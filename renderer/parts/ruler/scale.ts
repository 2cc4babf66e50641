/**
 * The ruler's scale: how far the axis goes, its ticks, and the way between formation time and pixels. Pure.
 */
import { at } from '../../../core/base'
import { formatNumber } from '../../../core/quantity'

/** Shortest axis shown: below it a plan near pinch-off would have no room on either side. */
const SHORTEST_AXIS = 5
/** Room kept beyond the stroke and the published band. */
const ROOM = 1.15

/** Smallest of 1, 2, 5, 10, 20 ... that is at least x; x > 0. */
export function nextRoundNumber(x: number): number {
  const decade = 10 ** Math.floor(Math.log10(x) + 1e-9)
  const mantissa = x / decade
  const step = [1, 2, 5, 10].find((candidate) => mantissa <= candidate * (1 + 1e-9)) ?? 10
  return step * decade
}

/**
 * End of the axis.
 *
 * An estimate far beyond stroke and band does not shrink the scale for everything else: it is shown at the end with an arrow.
 */
export function axisEnd(
  strokeRatio: number,
  band: readonly [number, number] | null,
  estimates: readonly number[],
): number {
  const near = Math.max(strokeRatio, band === null ? 0 : at(band, 1))
  const estimate = Math.max(0, ...estimates.filter((value) => value <= 2 * Math.max(near, SHORTEST_AXIS)))
  return nextRoundNumber(Math.max(SHORTEST_AXIS, ROOM * Math.max(near, estimate)))
}

export interface AxisTick {
  readonly value: number
  readonly major: boolean
}

/** Major ticks at 1-2-5 steps no closer than `spacing` pixels, five minor parts between. */
export function axisTicks(end: number, width: number, spacing = 44): readonly AxisTick[] {
  const count = Math.max(1, Math.min(10, Math.floor(width / spacing)))
  const major = nextRoundNumber(end / count)
  const total = Math.round((end / major) * 5)
  return Array.from({ length: total + 1 }, (_, i) => ({ value: (i * major) / 5, major: i % 5 === 0 })).filter(
    (tick) => tick.value <= end * (1 + 1e-9),
  )
}

/** Text of a major tick, without the noise of binary fractions. */
export function tickText(value: number): string {
  return formatNumber(value, 6)
}

/** Outline of exit speed against formation time as polygon points; height 1 at the fastest. */
export function outlinePoints(
  formationTime: readonly number[],
  exitSpeed: readonly number[],
): readonly (readonly [number, number])[] {
  const fastest = Math.max(...exitSpeed, 0)
  if (fastest === 0) return []
  return formationTime.map((t, i) => [t, at(exitSpeed, i) / fastest])
}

★ ★ ★ ★ ★ ★ ★

**TASK DESCRIPTION:**
Restate word for word the lines in the material above from the one with "the fastest. */" to the one with "if (fastest === 0) return []"; both of those lines count, and nothing else does.

**YOUR RESPONSE:**
/** Outline of exit speed against formation time as polygon points; height 1 at the fastest. */
export function outlinePoints(
  formationTime: readonly number[],
  exitSpeed: readonly number[],
): readonly (readonly [number, number])[] {
  const fastest = Math.max(...exitSpeed, 0)
  if (fastest === 0) return []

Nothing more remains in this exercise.